● **PROMPT**: Write out every line below that includes the word "KeyCleanPerArea".
►
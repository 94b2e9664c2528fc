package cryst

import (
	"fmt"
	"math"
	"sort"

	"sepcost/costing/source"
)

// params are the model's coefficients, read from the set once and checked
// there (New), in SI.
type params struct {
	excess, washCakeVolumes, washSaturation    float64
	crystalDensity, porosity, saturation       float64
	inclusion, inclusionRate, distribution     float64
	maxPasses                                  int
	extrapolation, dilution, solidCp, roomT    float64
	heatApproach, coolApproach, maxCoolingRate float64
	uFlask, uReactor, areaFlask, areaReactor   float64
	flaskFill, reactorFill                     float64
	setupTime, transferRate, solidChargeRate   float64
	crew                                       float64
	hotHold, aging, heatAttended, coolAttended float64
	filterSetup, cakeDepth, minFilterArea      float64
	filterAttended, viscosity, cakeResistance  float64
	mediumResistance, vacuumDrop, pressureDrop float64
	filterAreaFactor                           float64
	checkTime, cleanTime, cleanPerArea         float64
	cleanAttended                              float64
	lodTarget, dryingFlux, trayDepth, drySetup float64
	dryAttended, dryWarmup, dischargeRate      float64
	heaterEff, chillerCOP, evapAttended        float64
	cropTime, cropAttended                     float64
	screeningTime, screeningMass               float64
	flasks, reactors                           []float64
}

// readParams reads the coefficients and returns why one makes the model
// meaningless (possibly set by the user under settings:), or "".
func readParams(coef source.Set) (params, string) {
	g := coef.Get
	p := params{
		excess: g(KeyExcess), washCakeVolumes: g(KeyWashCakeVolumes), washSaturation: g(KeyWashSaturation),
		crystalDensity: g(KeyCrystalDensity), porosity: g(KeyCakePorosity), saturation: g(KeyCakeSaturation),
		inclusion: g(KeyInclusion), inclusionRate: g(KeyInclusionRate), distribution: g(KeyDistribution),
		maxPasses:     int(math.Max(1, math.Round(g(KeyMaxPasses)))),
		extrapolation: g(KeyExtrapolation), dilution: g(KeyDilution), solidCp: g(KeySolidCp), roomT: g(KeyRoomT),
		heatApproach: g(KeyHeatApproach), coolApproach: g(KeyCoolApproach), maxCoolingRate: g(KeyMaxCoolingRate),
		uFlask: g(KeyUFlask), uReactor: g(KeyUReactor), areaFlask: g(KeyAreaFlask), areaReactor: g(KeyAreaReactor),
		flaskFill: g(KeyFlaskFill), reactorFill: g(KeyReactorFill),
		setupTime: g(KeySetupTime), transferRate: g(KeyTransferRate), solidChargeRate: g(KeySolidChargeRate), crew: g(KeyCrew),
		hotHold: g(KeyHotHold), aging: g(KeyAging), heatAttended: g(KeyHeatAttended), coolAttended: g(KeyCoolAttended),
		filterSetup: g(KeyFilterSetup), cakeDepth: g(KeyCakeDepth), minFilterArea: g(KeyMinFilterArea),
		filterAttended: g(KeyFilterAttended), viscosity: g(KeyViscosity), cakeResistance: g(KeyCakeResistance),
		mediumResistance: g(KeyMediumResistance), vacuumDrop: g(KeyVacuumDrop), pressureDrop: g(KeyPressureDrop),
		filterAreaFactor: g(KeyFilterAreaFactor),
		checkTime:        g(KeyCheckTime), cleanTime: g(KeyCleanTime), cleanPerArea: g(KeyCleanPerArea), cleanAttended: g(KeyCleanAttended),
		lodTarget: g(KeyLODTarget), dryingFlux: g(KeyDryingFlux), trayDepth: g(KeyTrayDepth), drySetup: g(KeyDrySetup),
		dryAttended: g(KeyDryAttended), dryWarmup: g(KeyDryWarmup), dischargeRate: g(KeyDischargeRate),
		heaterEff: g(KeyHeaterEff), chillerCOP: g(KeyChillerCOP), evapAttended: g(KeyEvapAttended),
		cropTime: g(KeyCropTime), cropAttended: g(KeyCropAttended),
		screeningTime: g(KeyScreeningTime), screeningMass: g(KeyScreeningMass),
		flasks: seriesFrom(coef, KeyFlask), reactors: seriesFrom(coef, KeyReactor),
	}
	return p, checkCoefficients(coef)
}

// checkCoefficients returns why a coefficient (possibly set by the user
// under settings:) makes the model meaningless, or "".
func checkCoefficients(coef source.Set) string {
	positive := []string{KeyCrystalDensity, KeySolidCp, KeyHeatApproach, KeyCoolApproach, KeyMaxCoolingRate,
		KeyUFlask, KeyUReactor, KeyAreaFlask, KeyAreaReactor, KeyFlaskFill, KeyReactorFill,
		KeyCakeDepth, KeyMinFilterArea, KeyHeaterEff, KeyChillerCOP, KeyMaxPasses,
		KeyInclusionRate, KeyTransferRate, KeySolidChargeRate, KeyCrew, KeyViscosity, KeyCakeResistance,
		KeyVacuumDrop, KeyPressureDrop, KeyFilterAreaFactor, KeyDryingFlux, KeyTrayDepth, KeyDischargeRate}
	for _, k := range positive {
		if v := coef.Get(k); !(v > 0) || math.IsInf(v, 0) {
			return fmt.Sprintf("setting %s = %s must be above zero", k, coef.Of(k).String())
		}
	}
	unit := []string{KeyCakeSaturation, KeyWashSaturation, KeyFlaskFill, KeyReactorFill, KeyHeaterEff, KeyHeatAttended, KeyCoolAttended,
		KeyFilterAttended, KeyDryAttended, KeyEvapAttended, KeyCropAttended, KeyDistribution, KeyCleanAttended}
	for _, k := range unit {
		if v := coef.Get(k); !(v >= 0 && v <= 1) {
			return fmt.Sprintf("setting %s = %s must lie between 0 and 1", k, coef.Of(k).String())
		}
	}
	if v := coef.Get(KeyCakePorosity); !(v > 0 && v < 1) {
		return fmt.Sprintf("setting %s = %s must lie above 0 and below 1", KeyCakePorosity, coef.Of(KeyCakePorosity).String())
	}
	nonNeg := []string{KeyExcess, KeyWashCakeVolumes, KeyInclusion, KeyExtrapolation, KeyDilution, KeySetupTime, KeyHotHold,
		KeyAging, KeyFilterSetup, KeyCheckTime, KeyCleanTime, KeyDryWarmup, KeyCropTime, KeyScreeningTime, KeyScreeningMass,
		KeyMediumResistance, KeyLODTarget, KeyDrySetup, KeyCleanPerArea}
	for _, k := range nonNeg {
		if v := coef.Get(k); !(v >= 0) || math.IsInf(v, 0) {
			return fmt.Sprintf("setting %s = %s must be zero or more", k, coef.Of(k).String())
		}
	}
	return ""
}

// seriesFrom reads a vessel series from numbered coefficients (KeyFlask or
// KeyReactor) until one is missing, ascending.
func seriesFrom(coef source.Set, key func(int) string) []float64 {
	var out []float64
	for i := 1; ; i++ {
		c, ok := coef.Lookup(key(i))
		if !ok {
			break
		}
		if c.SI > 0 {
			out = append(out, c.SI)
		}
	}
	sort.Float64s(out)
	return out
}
◄
►
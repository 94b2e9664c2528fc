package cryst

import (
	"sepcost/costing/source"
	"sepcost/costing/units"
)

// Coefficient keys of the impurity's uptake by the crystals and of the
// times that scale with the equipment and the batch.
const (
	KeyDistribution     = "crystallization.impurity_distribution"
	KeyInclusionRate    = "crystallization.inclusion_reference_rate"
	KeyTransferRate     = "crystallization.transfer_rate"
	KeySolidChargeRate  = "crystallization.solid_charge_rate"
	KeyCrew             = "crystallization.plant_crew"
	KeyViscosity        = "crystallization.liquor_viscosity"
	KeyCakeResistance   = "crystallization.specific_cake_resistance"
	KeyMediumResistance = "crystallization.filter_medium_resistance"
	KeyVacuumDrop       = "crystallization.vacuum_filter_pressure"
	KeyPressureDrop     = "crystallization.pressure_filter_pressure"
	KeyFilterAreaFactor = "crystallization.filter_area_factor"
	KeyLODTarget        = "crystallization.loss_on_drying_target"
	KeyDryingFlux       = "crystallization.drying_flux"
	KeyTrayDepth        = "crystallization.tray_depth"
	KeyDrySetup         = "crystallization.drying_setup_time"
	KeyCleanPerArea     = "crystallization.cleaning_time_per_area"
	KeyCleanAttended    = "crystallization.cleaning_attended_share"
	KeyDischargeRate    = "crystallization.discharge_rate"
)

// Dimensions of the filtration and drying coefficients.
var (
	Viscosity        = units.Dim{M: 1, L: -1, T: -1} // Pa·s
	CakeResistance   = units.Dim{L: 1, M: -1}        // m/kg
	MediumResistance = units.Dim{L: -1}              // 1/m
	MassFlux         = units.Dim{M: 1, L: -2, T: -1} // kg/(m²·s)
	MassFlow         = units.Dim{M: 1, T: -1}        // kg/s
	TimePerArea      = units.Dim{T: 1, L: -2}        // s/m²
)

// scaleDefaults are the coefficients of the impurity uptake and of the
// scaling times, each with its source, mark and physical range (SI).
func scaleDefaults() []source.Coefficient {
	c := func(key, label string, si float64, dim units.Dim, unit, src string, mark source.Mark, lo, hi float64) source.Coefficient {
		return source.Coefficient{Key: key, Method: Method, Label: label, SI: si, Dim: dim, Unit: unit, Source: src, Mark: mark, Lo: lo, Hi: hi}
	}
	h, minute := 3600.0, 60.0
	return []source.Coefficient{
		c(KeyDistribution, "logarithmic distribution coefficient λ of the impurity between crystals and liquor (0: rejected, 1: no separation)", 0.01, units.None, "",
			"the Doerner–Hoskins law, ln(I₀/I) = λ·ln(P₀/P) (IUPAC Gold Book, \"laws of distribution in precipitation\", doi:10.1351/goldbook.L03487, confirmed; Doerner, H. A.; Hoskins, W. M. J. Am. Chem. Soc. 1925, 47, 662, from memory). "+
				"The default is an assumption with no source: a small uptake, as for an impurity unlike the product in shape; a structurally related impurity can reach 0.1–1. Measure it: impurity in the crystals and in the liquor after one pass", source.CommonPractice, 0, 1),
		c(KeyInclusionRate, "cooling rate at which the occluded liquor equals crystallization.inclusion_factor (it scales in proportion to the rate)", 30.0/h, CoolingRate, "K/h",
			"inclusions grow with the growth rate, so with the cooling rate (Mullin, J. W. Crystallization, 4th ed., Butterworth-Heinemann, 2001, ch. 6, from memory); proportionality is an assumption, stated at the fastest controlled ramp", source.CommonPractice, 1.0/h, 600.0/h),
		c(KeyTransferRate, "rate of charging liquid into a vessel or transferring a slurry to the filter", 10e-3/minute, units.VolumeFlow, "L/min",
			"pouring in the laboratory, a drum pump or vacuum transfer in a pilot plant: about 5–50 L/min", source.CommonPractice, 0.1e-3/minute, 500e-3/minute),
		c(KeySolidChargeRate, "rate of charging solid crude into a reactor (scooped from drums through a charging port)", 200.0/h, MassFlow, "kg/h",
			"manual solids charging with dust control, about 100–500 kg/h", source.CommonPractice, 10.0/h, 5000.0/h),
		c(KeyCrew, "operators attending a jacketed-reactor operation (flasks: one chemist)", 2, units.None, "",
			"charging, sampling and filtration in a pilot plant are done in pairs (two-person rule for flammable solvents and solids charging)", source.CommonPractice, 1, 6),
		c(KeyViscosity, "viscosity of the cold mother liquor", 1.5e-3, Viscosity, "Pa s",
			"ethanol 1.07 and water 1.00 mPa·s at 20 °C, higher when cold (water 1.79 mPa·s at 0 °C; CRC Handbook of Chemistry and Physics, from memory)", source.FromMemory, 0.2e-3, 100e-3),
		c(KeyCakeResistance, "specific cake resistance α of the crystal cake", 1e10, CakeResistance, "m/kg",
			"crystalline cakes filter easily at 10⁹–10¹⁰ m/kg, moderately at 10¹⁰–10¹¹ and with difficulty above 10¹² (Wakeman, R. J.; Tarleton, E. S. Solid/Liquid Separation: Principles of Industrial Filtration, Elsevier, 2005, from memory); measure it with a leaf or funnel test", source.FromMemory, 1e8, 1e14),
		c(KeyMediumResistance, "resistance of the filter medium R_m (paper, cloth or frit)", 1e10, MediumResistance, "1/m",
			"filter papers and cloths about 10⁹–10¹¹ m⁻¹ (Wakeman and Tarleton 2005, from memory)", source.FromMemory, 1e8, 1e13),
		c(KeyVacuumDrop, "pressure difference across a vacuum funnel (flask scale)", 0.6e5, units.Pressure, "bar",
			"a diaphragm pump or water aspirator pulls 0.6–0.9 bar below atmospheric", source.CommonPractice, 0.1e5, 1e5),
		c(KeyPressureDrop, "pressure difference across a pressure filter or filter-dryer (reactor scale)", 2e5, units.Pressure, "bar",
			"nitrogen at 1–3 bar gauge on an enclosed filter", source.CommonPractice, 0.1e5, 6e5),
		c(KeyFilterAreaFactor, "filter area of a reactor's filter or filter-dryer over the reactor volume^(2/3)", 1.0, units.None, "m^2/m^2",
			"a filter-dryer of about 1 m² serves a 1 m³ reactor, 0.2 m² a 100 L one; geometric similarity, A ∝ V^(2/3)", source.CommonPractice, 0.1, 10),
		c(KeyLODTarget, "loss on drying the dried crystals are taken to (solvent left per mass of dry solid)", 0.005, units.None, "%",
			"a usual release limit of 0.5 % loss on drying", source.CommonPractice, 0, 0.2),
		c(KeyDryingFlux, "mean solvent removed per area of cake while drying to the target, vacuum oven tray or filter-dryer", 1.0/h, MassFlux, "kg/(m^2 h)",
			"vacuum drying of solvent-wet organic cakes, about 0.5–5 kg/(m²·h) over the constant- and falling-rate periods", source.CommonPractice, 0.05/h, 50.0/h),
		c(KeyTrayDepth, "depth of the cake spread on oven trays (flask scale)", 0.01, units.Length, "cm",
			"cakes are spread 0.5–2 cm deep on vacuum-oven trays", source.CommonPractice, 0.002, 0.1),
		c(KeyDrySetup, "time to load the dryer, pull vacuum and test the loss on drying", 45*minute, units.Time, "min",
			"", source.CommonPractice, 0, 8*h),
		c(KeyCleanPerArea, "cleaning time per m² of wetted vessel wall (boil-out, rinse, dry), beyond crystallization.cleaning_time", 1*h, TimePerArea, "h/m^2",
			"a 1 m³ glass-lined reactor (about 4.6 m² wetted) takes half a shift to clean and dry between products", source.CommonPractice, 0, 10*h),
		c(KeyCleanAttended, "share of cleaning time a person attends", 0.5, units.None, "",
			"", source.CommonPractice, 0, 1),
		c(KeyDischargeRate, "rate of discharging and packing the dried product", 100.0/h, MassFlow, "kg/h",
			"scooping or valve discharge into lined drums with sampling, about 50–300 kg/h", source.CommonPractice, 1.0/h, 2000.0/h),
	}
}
◄
● **OUTPUT FOR THIS TASK**:
		checkTime:        g(KeyCheckTime), cleanTime: g(KeyCleanTime), cleanPerArea: g(KeyCleanPerArea), cleanAttended: g(KeyCleanAttended),
		KeyMediumResistance, KeyLODTarget, KeyDrySetup, KeyCleanPerArea}
	KeyCleanPerArea     = "crystallization.cleaning_time_per_area"
		c(KeyCleanPerArea, "cleaning time per m² of wetted vessel wall (boil-out, rinse, dry), beyond crystallization.cleaning_time", 1*h, TimePerArea, "h/m^2",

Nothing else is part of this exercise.